Sixty percent of Americans say they want someone to vote for other than the Democrats and the Republicans. A vote for the Green’s Jill Stein is a step in the direction of building a genuine alternative to the two political wings of corporate America.

THE CORPORATE MEDIA'S dishonest presentation of American politics as a 'contest' between the Democrats and the Republicans might be okay with people who are happy with 'politics as usual', but it has effectively disenfranchised millions of Americans.

Many of those Americans found a voice in the nationwide movement that swept Bernie Sanders to the brink of the Democratic presidential nomination - despite Sanders having to contest with both a hostile corporate media and a Democratic National Committee that flagrantly broke its own rules on neutrality and worked against him.

But Sanders decision to surrender to Clinton and not stand as an independent third party candidate has left his movement without a focus, although it is more than likely to rise again in the future - such is the widespread disgust with American mainstream politics.

It is interesting to note that since Sanders endorsed Clinton he has gone from speaking at rallies of tens of thousands of people to audiences of two hundred people and less. People simply aren’t interested in listening to him tell them why they should vote for the Wall Street approved Hillary Clinton.

But beyond Bernie Sanders, there is a range of third party presidential candidates. For the American left, the most significant of these is Jill Stein of the Green Party, a party that recently declared itself to be ecosocialist in orientation.

Despite polling at anything between 4-6% in the national polls, Stein has been prevented from participating in the three presidential debates by the Commission on  Presidential Debates - which sets the rules and is controlled by the Democrats and the Republicans.

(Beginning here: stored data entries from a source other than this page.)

/**
 * Automatic starting values for the Lennard-Jones fit.
 * - B2 data that change sign: the Boyle temperature T_B (linear interpolation between the bracketing points)
 *   gives ε/k_B = T_B / T*_B (T*_B ≈ 3.42 for LJ 12-6; Hirschfelder, Curtiss & Bird 1954, §3.6).
 * - For any trial ε, σ follows in closed form: at fixed T and ε every registered property scales as σ^k
 *   (B2 = b0(σ)·B2*(T/ε) with b0 ∝ σ³; η ∝ σ^−2), so s = σ^k is a weighted linear least-squares estimate
 *   (for one B2 point this is inverting b0 = B2/B2*(T*) at that point).
 * - A log-spaced scan in ε picks the trial (ε, σ(ε)) with the lowest χ²; the Boyle estimate joins the scan.
 */
import { boyleReducedTemperature } from '../physics/virial';
import { PROPERTY_MODELS, type FitKind, type PropertyContext } from './property-models';

export interface StartPoint {
  kind: FitKind;
  temperatureK: number;
  pressureMPa?: number;
  value: number;
  /** Effective uncertainty u / weight. */
  uncertainty: number;
}

export interface LjStart {
  epsilonK: number;
  sigmaAngstrom: number;
  /** Approximate χ² at the start (classical scaling model). */
  chi2: number;
  method: string;
}

export interface LjBounds {
  epsilonK: [number, number];
  sigmaAngstrom: [number, number];
}

const SCAN_POINTS = 41;

/** Boyle temperature from B2 points that change sign, or null. */
export function boyleTemperatureFromB2(points: readonly StartPoint[]): number | null {
  const b2 = points.filter((p) => p.kind === 'b2').sort((a, b) => a.temperatureK - b.temperatureK);
  for (let i = 1; i < b2.length; i++) {
    const a = b2[i - 1];
    const b = b2[i];
    if (a.value < 0 && b.value >= 0) {
      return a.temperatureK + ((b.temperatureK - a.temperatureK) * -a.value) / (b.value - a.value);
    }
  }
  return null;
}

/** Best σ for a trial ε and its χ² (classical σ^k scaling), or null if no positive σ fits. */
function sigmaForEpsilon(
  points: readonly StartPoint[],
  epsilonK: number,
  context: PropertyContext,
  bounds: LjBounds,
): { sigmaAngstrom: number; chi2: number } | null {
  const classical: PropertyContext = { ...context, quantumCorrection: false };
  const kinds = [...new Set(points.map((p) => p.kind))];
  // Per point: A_i = model at σ = 1, so that value ≈ A_i σ^k.
  const unit: Array<{ point: StartPoint; a: number; k: number }> = [];
  for (const point of points) {
    const k = PROPERTY_MODELS[point.kind].sigmaExponent;
    if (k === null) continue;
    try {
      unit.push({ point, a: PROPERTY_MODELS[point.kind].evaluate({ temperatureK: point.temperatureK }, epsilonK, 1, classical).value, k });
    } catch {
      return null; // ε outside the model's range for these temperatures
    }
  }
  const chi2At = (sigma: number) => unit.reduce((s, { point, a, k }) => s + ((a * sigma ** k - point.value) / point.uncertainty) ** 2, 0);
  const candidates: number[] = [];
  for (const kind of kinds) {
    const rows = unit.filter((u) => u.point.kind === kind);
    if (rows.length === 0) continue;
    let num = 0;
    let den = 0;
    for (const { point, a } of rows) {
      const w = 1 / (point.uncertainty * point.uncertainty);
      num += w * a * point.value;
      den += w * a * a;
    }
    const s = num / den;
    if (s > 0 && Number.isFinite(s)) candidates.push(s ** (1 / rows[0].k));
  }
  if (candidates.length > 1) candidates.push(Math.exp(candidates.reduce((s, c) => s + Math.log(c), 0) / candidates.length));
  const unscaled = points.filter((p) => PROPERTY_MODELS[p.kind].sigmaExponent === null);
  let best: { sigmaAngstrom: number; chi2: number } | null = null;
  if (unscaled.length) {
    // Properties without a σ^k scaling (densities from the equation of state): minimise the full χ² over σ.
    // Scaling kinds through their cheap σ^k form, the others through their full model.
    const fullChi2 = (sigma: number) => {
      let sum = chi2At(sigma);
      for (const p of unscaled) {
        try {
          const v = PROPERTY_MODELS[p.kind].evaluate(
            { temperatureK: p.temperatureK, pressureMPa: p.pressureMPa, measured: p.value },
            epsilonK,
            sigma,
            classical,
          ).value;
          sum += ((v - p.value) / p.uncertainty) ** 2;
        } catch {
          return Infinity; // no fluid state of the model at this (ε, σ)
        }
      }
      return sum;
    };
    // Gas-phase data, when present, already place σ within ±25 %: search there only.
    const lo = candidates.length ? Math.max(bounds.sigmaAngstrom[0], Math.min(...candidates) / 1.25) : bounds.sigmaAngstrom[0];
    const hi = candidates.length ? Math.min(bounds.sigmaAngstrom[1], Math.max(...candidates) * 1.25) : bounds.sigmaAngstrom[1];
    const sigma = goldenSectionLog(fullChi2, lo, Math.max(hi, lo * 1.01));
    const chi2 = fullChi2(sigma);
    return Number.isFinite(chi2) ? { sigmaAngstrom: sigma, chi2 } : null;
  }
  for (const raw of candidates) {
    const sigma = Math.min(Math.max(raw, bounds.sigmaAngstrom[0]), bounds.sigmaAngstrom[1]);
    const chi2 = chi2At(sigma);
    if (Number.isFinite(chi2) && (!best || chi2 < best.chi2)) best = { sigmaAngstrom: sigma, chi2 };
  }
  return best;
}

/**
 * Minimum of f on [lo, hi] searched in ln x: a coarse scan first (the χ² surface of densities has flat
 * infinite stretches where the model has no fluid state), then golden-section refinement around the best node.
 */
function goldenSectionLog(f: (x: number) => number, lo: number, hi: number): number {
  const nodes = 16;
  let bestI = 0;
  let bestF = Infinity;
  const at = (i: number) => lo * (hi / lo) ** (i / (nodes - 1));
  for (let i = 0; i < nodes; i++) {
    const v = f(at(i));
    if (v < bestF) [bestF, bestI] = [v, i];
  }
  let a = Math.log(at(Math.max(0, bestI - 1)));
  let b = Math.log(at(Math.min(nodes - 1, bestI + 1)));
  const g = (Math.sqrt(5) - 1) / 2;
  let c = b - g * (b - a);
  let d = a + g * (b - a);
  let fc = f(Math.exp(c));
  let fd = f(Math.exp(d));
  for (let k = 0; k < 18; k++) {
    if (fc < fd) {
      [b, d, fd] = [d, c, fc];
      c = b - g * (b - a);
      fc = f(Math.exp(c));
    } else {
      [a, c, fc] = [c, d, fd];
      d = a + g * (b - a);
      fd = f(Math.exp(d));
    }
  }
  return Math.exp((a + b) / 2);
}

/** Starting (ε, σ) for the fit: Boyle estimate and a log-spaced ε scan, σ solved per ε; the lowest χ² wins. */
export function estimateLjStart(points: readonly StartPoint[], context: PropertyContext, bounds: LjBounds): LjStart | null {
  const temperatures = points.map((p) => p.temperatureK);
  const tMin = Math.min(...temperatures);
  const tMax = Math.max(...temperatures);
  // Plausible ε put the data between T* ≈ 0.3 and T* ≈ 100.
  let lo = Math.max(bounds.epsilonK[0], tMax / 100);
  let hi = Math.min(bounds.epsilonK[1], tMin / 0.3);
  if (!(lo < hi)) [lo, hi] = bounds.epsilonK;
  const trials: Array<{ epsilonK: number; method: string }> = [];
  // Without a closed form in σ (densities) each trial costs a 1-D search, so the ε grid is coarser.
  const scanPoints = points.some((p) => PROPERTY_MODELS[p.kind].sigmaExponent === null) ? 21 : SCAN_POINTS;
  for (let i = 0; i < scanPoints; i++)
    trials.push({ epsilonK: lo * (hi / lo) ** (i / (scanPoints - 1)), method: 'epsilon scan with sigma solved per epsilon' });
  const boyleK = boyleTemperatureFromB2(points);
  if (boyleK !== null) {
    const epsilonK = boyleK / boyleReducedTemperature();
    if (epsilonK >= bounds.epsilonK[0] && epsilonK <= bounds.epsilonK[1]) {
      trials.unshift({
        epsilonK,
        method: `Boyle temperature ${boyleK.toPrecision(4)} K from the B2 sign change, sigma from the B2 magnitude`,
      });
    }
  }
  let best: LjStart | null = null;
  for (const trial of trials) {
    const solved = sigmaForEpsilon(points, trial.epsilonK, context, bounds);
    if (solved && (!best || solved.chi2 < best.chi2))
      best = { epsilonK: trial.epsilonK, sigmaAngstrom: solved.sigmaAngstrom, chi2: solved.chi2, method: trial.method };
  }
  return best;
}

Stein, like Sanders, has also had to contest with a corporate media that is generally hostile to her political views. And the Green Party also cannot compete with the massive advertising budgets that the Democrats and the Republicans command - thanks to the generous funding provided by corporate donors.

But the demands for real political change in America are becoming more insistent and widespread and it is uncertain how the American people will react in the future to the continued dominance of the two political wings of corporate America. While The Commentariat graze placidly, like contented dairy cows, on the latest machinations in the tug of war between Clinton and Trump - the two most unpopular presidential candidates in American history - more and more Americans are looking elsewhere for political answers.

After last Autumn's midterm elections, a Gallup Poll revealed that a record 60 percent of the respondents wanted a third major political party to choose from at the ballot box. They have simply had enough being told the choice is between the Democrats and the Republicans, the electoral equivalent of Coke and Pepsi.
Jill Stein with vice presidential candidate Ajamu Baraka.

Commented Gallup : “At least four in 10 U.S. adults identified as political independents. The 42 percent identifying as independents in 2015 was down slightly from the record 43 percent in 2014. This elevated percentage of political independents leaves Democratic (29%) and Republican (26%) identification at or near recent low points, with the modest Democratic advantage roughly where it has been over the past five years.”

Since 1988, when Gallup began conducting polls on partisanship, fewer Americans have identified as Republican and Democrat and more have identified as independents.

In the end both the Democrats and the Republicans are too deeply embedded in the status quo and too deeply entangled within the vested interests of corporate America to do anything that will about real political and social change The success of Sanders and, yes, Donald Trump, highlights the widespread disillusionment and cynicism with ‘politics as usual'.

While some progressives will force themselves to vote Clinton simply to keep Trump out of the White House, 'lesser evil' politics is, and always has been, a political no exit for the American people. In the long term the goal must be to build a political party in the United States that will genuinely represent the interests of the 99 percent . A vote for Jill Stein is a step in that direction.